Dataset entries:
╭──

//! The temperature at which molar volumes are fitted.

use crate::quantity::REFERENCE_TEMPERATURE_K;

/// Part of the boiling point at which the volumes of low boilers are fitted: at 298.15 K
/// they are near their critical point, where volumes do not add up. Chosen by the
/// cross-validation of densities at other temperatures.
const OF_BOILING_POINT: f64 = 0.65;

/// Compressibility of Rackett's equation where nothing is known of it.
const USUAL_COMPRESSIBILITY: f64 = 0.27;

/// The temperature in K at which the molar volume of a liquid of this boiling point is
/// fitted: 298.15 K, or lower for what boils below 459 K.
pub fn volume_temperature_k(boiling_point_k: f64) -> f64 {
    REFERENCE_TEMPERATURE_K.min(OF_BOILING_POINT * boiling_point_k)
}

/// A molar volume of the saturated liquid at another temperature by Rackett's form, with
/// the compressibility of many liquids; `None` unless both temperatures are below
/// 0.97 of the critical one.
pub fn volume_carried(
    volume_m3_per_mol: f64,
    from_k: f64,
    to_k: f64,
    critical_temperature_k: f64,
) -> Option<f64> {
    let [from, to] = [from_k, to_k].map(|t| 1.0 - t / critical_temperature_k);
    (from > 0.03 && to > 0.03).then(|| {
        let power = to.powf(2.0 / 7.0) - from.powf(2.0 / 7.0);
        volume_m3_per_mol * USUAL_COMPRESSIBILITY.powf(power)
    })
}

╰──
╭──

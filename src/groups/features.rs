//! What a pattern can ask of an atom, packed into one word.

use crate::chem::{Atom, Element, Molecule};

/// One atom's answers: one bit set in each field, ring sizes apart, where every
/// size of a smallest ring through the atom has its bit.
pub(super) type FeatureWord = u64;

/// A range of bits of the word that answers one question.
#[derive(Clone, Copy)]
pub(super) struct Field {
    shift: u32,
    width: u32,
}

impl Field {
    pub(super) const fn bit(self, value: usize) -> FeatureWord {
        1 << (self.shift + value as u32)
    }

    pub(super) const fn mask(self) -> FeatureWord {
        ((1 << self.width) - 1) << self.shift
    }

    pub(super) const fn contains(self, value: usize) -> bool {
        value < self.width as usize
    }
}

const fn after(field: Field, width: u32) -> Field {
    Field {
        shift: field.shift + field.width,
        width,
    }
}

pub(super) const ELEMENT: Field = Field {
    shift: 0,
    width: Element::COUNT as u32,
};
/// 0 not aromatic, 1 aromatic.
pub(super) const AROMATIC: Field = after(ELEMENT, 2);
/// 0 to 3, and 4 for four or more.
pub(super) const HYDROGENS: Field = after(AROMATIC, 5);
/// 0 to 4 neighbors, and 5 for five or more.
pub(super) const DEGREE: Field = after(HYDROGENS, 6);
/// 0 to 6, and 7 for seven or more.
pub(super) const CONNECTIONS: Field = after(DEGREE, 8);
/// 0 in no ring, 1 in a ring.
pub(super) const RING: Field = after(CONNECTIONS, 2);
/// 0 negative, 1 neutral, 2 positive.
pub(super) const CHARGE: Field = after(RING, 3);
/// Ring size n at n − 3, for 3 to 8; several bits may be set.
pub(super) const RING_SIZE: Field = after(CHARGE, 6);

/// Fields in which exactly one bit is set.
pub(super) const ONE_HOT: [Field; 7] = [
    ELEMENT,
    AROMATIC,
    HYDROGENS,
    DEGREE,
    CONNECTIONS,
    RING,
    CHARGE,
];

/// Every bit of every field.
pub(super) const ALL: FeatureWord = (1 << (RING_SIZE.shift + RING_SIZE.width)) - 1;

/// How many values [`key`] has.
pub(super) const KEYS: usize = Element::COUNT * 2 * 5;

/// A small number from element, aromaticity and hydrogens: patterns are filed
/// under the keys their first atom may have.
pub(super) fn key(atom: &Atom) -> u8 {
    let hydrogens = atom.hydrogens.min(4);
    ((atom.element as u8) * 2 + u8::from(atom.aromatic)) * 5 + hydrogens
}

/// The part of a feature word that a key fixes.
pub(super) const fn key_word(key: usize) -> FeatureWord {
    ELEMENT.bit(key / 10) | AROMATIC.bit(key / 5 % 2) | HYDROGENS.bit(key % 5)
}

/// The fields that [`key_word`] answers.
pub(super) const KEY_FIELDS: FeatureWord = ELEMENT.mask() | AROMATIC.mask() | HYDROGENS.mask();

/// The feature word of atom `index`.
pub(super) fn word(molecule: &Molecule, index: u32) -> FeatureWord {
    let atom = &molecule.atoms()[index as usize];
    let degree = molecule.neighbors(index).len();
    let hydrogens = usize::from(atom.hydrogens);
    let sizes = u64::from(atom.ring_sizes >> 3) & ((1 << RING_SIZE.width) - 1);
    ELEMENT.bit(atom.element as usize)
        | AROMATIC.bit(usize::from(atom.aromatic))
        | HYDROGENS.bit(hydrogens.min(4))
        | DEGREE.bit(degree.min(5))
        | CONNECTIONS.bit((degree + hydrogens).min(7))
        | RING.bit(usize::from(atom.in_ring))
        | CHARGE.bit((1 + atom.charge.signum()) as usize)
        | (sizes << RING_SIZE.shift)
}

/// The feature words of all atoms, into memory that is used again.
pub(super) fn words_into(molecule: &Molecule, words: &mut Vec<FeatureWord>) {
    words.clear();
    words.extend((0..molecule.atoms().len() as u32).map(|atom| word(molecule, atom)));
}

╰──

### ACTIVITY
Only one stretch of the records above is wanted: the lines between the one holding "temperatures are below" and the one holding "let power = to.powf(2.0", inclusive, reproduced exactly.

### ANSWER TO THE EXERCISE
/// the compressibility of many liquids; `None` unless both temperatures are below
/// 0.97 of the critical one.
pub fn volume_carried(
    volume_m3_per_mol: f64,
    from_k: f64,
    to_k: f64,
    critical_temperature_k: f64,
) -> Option<f64> {
    let [from, to] = [from_k, to_k].map(|t| 1.0 - t / critical_temperature_k);
    (from > 0.03 && to > 0.03).then(|| {
        let power = to.powf(2.0 / 7.0) - from.powf(2.0 / 7.0);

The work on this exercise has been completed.